What you will do >> Run through the records and show each line that includes the string "MappingStartEvent".

──────

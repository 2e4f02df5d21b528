"""A strict, safe YAML reader that keeps every scalar as its text.

PyYAML's safe loader would turn ``0.1`` into a binary float before we could
see its digits, leave ``1e3`` a string (YAML 1.1), merge duplicate keys
(last wins) and expand aliases without bound.  So we read PyYAML's *event*
stream and build our own small tree:

* every scalar stays the text written in the file (numbers are read later,
  exactly, by :mod:`exactlp.numbers`);
* every node remembers its line and column (1-based) for error messages;
* duplicate keys, tags (``!!python/object``...), anchors and aliases,
  several documents, and nesting deeper than ``Limits.max_depth`` are
  errors; the builder is a loop, not a recursion, so depth cannot exhaust
  the Python stack.
"""

from __future__ import annotations

import gzip
import os
from dataclasses import dataclass, field

import yaml

from ..errors import InputError, LimitError
from ..limits import DEFAULT_LIMITS, Limits

try:  # the C parser is much faster on large files; same events, same marks
    from yaml import CSafeLoader as _Loader
except ImportError:  # pragma: no cover - depends on how PyYAML was built
    from yaml import SafeLoader as _Loader  # type: ignore[assignment]


@dataclass
class Node:
    line: int
    column: int


@dataclass
class Scalar(Node):
    text: str
    #: None for a plain scalar, else the quote character or block indicator
    style: str | None = None

    @property
    def is_null(self) -> bool:
        return self.style is None and self.text in ("", "~", "null", "Null", "NULL")


@dataclass
class Mapping(Node):
    items: list[tuple[Scalar, Node]] = field(default_factory=list)

    def keys(self) -> list[str]:
        return [k.text for k, _ in self.items]

    def get(self, key: str) -> Node | None:
        for k, v in self.items:
            if k.text == key:
                return v
        return None

    def key_node(self, key: str) -> Scalar | None:
        for k, _ in self.items:
            if k.text == key:
                return k
        return None


@dataclass
class Sequence(Node):
    items: list[Node] = field(default_factory=list)


def kind_name(node: Node) -> str:
    if isinstance(node, Mapping):
        return "a mapping"
    if isinstance(node, Sequence):
        return "a list"
    return "a value"


def read_text(path: str, limits: Limits = DEFAULT_LIMITS) -> str:
    """Read a (possibly gzipped) UTF-8 text file within the size limit."""
    try:
        if path.endswith(".gz"):
            with gzip.open(path, "rb") as fh:
                data = fh.read(limits.max_file_bytes + 1)
        else:
            with open(path, "rb") as fh:
                data = fh.read(limits.max_file_bytes + 1)
    except FileNotFoundError:
        raise InputError("no such file", file=path) from None
    except IsADirectoryError:
        raise InputError("is a directory, not a file", file=path) from None
    except PermissionError:
        raise InputError("permission denied", file=path) from None
    except (OSError, EOFError, gzip.BadGzipFile) as exc:
        raise InputError(f"cannot read: {exc}", file=path) from None
    if len(data) > limits.max_file_bytes:
        raise LimitError(
            f"file is larger than the limit of {limits.max_file_bytes} bytes", file=path
        )
    return decode(data, path)


def decode(data: bytes, path: str) -> str:
    if data.startswith(b"\xef\xbb\xbf"):
        data = data[3:]
    try:
        return data.decode("utf-8")
    except UnicodeDecodeError as exc:
        line = data.count(b"\n", 0, exc.start) + 1
        col = exc.start - (data.rfind(b"\n", 0, exc.start) + 1) + 1
        raise InputError(
            f"bytes that are not UTF-8 text (byte 0x{data[exc.start]:02x})",
            file=path,
            line=line,
            column=col,
        ) from None


def parse_yaml(text: str, path: str, limits: Limits = DEFAULT_LIMITS) -> Node:
    """Parse one YAML document into a :class:`Node` tree."""
    if not text.strip() or all(
        not ln.strip() or ln.lstrip().startswith("#") for ln in text.splitlines()
    ):
        raise InputError("the file is empty", file=path)

    def err(msg: str, mark, exc=InputError, field: str | None = None) -> InputError:
        return exc(msg, file=path, line=mark.line + 1, column=mark.column + 1, field=field)

    def where(extra: str | None = None) -> str | None:
        """The dotted field path of the collection being built (plus ``extra``)."""
        parts = [k.text if isinstance(k, Scalar) else str(k) for k in names if k is not None]
        if extra is not None:
            parts.append(extra)
        return ".".join(parts) or None

    root: Node | None = None
    stack: list[Node] = []
    pending_key: list[Scalar | None] = []
    seen_keys: list[dict[str, Scalar]] = []
    names: list = []  # the key (or list index) under which each open collection sits
    documents = 0

    def attach(node: Node, mark) -> None:
        nonlocal root
        if not stack:
            root = node
            return
        parent = stack[-1]
        if isinstance(parent, Sequence):
            parent.items.append(node)
            return
        assert isinstance(parent, Mapping)
        key = pending_key[-1]
        if key is None:
            if not isinstance(node, Scalar):
                raise err("a key must be plain text, not " + kind_name(node), mark)
            if node.text in seen_keys[-1]:
                first = seen_keys[-1][node.text]
                raise err(
                    f"key '{node.text}' is given twice (first on line {first.line})", mark,
                    field=where(node.text),
                )
            seen_keys[-1][node.text] = node
            pending_key[-1] = node
        else:
            parent.items.append((key, node))
            pending_key[-1] = None

    try:
        for ev in yaml.parse(text, Loader=_Loader):
            mark = ev.start_mark
            if isinstance(ev, yaml.AliasEvent):
                raise err("anchors and aliases (*name) are not allowed in exactlp files", mark)
            anchor = getattr(ev, "anchor", None)
            if anchor is not None:
                raise err(f"anchors (&{anchor}) are not allowed in exactlp files", mark)
            tag = getattr(ev, "tag", None)
            if tag is not None and tag != "!":
                implicit = getattr(ev, "implicit", None)
                explicit = not (implicit is True or (isinstance(implicit, tuple) and any(implicit)))
                if explicit or isinstance(ev, (yaml.MappingStartEvent, yaml.SequenceStartEvent)):
                    raise err(f"YAML tags ({tag}) are not allowed in exactlp files", mark)
            if isinstance(ev, yaml.DocumentStartEvent):
                documents += 1
                if documents > 1:
                    raise err("the file holds more than one YAML document", mark)
            elif isinstance(ev, yaml.ScalarEvent):
                style = ev.style if ev.style else None
                attach(Scalar(mark.line + 1, mark.column + 1, ev.value, style), mark)
            elif isinstance(ev, (yaml.MappingStartEvent, yaml.SequenceStartEvent)):
                if len(stack) >= limits.max_depth:
                    raise err(
                        f"nesting is deeper than the limit of {limits.max_depth}", mark, LimitError
                    )
                node: Node = (
                    Mapping(mark.line + 1, mark.column + 1)
                    if isinstance(ev, yaml.MappingStartEvent)
                    else Sequence(mark.line + 1, mark.column + 1)
                )
                parent = stack[-1] if stack else None
                if isinstance(parent, Mapping):
                    names.append(pending_key[-1])
                elif isinstance(parent, Sequence):
                    names.append(str(len(parent.items)))
                else:
                    names.append(None)
                attach(node, mark)
                stack.append(node)
                pending_key.append(None)
                seen_keys.append({})
            elif isinstance(ev, (yaml.MappingEndEvent, yaml.SequenceEndEvent)):
                names.pop()
                stack.pop()
                pending_key.pop()
                seen_keys.pop()
    except yaml.MarkedYAMLError as exc:
        mark = exc.problem_mark or exc.context_mark
        problem = (exc.problem or exc.context or "invalid YAML").strip()
        if mark is None:
            raise InputError(f"invalid YAML: {problem}", file=path) from None
        raise InputError(
            f"invalid YAML: {problem}", file=path, line=mark.line + 1, column=mark.column + 1
        ) from None
    except yaml.YAMLError as exc:
        raise InputError(f"invalid YAML: {str(exc).splitlines()[0]}", file=path) from None
    except RecursionError:  # pragma: no cover - the C and Python parsers are iterative
        raise LimitError("nesting is too deep", file=path) from None
    if root is None:
        raise InputError("the file is empty", file=path)
    return root


def load_tree(path: str | os.PathLike, limits: Limits = DEFAULT_LIMITS) -> Node:
    p = os.fspath(path)
    return parse_yaml(read_text(p, limits), p, limits)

──────

Output for this exercise >>
                if explicit or isinstance(ev, (yaml.MappingStartEvent, yaml.SequenceStartEvent)):
            elif isinstance(ev, (yaml.MappingStartEvent, yaml.SequenceStartEvent)):
                    if isinstance(ev, yaml.MappingStartEvent)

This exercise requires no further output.